• GOAL OF THE EXERCISE:
Of all the entries below, only the lines from the one with "filename engine/course/spot.cpp" up to and including the one with "a line at x." are to be duplicated exactly.

• PROVIDED INFORMATION:

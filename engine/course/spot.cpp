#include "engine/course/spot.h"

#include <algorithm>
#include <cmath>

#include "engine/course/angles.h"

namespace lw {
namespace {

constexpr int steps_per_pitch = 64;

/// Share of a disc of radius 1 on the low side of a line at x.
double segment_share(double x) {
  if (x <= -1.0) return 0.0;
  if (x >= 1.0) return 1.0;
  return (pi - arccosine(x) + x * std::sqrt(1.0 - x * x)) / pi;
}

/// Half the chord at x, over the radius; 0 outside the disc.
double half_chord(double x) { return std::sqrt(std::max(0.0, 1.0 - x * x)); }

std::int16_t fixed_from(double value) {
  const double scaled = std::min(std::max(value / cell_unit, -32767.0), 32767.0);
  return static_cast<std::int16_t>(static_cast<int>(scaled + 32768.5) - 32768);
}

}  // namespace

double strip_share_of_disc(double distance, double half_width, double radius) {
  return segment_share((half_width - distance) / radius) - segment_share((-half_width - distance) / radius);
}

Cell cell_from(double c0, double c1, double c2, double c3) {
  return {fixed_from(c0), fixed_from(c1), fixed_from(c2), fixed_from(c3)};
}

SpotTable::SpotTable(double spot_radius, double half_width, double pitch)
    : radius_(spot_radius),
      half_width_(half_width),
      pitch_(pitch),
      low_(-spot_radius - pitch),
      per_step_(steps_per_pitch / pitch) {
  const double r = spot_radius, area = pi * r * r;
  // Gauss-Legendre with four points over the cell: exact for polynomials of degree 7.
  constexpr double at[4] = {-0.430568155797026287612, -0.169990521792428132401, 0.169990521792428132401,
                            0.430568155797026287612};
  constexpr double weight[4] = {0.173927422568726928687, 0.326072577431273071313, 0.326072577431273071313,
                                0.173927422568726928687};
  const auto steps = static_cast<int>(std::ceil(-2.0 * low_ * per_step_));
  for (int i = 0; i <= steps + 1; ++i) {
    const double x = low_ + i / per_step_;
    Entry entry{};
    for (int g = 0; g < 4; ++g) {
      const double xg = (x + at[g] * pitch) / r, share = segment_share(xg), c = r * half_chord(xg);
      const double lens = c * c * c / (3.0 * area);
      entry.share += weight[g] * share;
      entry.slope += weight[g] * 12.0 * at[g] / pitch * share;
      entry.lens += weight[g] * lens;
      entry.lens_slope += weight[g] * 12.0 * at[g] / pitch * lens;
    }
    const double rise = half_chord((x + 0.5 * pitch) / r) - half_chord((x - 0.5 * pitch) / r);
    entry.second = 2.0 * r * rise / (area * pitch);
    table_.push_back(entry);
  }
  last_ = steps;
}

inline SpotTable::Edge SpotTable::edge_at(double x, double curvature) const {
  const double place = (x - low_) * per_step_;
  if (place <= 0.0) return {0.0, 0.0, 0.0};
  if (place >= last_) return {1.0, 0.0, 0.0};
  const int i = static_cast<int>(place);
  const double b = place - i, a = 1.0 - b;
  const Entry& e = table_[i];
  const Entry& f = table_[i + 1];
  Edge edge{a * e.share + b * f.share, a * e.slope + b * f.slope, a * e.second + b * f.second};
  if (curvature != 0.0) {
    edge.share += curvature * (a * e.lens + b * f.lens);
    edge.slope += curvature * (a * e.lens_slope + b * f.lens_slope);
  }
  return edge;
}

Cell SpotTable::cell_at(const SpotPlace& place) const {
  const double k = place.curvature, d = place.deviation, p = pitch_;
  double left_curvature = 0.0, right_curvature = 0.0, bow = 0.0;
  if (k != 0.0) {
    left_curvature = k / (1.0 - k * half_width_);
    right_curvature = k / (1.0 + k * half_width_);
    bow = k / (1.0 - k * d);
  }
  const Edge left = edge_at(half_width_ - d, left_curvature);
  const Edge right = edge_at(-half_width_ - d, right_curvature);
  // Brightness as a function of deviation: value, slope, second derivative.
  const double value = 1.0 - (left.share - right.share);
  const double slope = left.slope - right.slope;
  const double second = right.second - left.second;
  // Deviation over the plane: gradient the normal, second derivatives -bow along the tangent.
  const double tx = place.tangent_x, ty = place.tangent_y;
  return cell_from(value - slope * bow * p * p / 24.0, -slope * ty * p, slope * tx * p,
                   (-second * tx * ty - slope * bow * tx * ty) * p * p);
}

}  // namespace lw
---
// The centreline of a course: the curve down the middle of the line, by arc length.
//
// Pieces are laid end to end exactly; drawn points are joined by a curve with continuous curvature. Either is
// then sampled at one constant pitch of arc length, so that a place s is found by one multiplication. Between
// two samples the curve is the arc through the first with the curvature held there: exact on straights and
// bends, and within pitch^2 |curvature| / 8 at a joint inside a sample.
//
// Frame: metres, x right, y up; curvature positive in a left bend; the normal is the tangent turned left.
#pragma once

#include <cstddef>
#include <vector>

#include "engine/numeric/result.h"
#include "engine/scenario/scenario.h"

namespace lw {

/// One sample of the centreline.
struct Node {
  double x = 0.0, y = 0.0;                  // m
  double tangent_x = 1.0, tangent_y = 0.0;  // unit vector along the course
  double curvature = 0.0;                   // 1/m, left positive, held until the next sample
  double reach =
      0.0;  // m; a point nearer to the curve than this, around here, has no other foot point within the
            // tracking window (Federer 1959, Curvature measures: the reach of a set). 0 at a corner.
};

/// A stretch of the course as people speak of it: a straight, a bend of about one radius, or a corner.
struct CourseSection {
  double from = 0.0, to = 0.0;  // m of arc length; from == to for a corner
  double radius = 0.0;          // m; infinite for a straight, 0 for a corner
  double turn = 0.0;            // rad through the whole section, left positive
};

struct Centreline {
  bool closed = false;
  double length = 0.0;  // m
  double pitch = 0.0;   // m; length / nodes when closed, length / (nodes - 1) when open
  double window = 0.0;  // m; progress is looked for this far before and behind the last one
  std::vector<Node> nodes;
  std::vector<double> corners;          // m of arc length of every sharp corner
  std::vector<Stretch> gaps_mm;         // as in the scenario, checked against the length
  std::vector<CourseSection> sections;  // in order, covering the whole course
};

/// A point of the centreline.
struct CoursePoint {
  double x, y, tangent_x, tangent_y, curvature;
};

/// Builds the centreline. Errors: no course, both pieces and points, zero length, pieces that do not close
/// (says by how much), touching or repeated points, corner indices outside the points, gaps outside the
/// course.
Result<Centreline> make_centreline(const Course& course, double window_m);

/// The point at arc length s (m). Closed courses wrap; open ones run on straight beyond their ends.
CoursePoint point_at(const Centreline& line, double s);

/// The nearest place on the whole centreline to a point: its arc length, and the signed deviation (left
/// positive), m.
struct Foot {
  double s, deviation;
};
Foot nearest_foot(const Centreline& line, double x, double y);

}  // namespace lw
...
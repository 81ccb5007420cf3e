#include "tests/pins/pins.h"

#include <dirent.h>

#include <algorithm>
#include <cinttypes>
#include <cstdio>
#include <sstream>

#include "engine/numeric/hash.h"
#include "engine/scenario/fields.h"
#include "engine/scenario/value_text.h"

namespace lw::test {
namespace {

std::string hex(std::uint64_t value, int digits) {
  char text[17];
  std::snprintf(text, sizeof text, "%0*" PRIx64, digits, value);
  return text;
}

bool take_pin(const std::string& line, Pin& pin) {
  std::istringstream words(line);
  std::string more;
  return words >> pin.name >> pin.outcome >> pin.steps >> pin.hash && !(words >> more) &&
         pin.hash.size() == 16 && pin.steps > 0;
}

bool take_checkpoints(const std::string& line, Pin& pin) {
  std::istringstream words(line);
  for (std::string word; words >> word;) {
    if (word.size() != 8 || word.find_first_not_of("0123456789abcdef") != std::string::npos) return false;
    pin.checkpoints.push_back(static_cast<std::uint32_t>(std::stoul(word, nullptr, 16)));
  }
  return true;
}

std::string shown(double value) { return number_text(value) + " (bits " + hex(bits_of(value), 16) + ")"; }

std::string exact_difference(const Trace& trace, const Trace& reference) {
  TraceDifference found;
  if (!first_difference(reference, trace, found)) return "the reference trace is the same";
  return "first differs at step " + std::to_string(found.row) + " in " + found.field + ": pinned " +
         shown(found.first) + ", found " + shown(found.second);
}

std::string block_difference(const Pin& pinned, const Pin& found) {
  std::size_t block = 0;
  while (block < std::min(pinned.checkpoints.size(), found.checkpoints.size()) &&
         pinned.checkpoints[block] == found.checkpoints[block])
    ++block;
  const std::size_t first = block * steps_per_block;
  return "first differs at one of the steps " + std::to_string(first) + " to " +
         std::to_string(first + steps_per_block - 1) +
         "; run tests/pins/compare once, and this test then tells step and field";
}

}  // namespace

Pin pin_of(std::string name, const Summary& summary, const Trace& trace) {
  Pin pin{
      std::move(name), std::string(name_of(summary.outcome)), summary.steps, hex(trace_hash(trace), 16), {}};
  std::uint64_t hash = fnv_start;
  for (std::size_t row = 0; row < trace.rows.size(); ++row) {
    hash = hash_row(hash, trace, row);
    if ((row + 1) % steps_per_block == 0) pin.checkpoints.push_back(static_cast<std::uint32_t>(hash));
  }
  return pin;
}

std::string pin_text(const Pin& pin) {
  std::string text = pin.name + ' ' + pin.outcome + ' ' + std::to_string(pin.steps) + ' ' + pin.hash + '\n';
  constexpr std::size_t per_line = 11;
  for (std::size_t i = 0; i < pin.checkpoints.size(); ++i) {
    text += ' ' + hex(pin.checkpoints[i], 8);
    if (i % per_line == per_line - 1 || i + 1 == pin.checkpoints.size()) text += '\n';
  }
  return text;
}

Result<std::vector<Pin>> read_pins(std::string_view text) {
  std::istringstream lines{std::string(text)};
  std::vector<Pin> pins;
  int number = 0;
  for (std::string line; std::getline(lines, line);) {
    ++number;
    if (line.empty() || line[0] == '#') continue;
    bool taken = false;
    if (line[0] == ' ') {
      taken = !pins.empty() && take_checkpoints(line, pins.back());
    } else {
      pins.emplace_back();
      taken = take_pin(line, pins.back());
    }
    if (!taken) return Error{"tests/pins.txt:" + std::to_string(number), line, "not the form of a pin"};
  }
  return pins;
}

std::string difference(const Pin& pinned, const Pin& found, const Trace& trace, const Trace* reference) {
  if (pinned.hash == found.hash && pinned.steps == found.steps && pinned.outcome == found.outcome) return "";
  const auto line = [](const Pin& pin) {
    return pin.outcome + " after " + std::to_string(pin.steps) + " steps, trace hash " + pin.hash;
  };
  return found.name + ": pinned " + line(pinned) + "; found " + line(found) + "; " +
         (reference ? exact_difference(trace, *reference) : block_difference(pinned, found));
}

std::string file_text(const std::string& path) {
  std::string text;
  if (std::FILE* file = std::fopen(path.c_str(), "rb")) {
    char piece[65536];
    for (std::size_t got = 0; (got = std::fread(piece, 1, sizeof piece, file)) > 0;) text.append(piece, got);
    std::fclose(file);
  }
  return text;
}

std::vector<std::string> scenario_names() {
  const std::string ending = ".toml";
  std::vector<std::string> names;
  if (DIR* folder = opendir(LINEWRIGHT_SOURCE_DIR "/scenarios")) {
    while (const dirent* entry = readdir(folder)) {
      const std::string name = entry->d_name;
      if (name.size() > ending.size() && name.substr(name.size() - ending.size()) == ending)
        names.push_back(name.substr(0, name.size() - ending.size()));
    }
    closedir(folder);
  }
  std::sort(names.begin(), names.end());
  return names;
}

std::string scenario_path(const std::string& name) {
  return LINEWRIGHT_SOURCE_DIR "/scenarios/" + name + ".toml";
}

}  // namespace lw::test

• TASK RESULT:
filename engine/course/spot.cpp
#include "engine/course/spot.h"

#include <algorithm>
#include <cmath>

#include "engine/course/angles.h"

namespace lw {
namespace {

constexpr int steps_per_pitch = 64;

/// Share of a disc of radius 1 on the low side of a line at x.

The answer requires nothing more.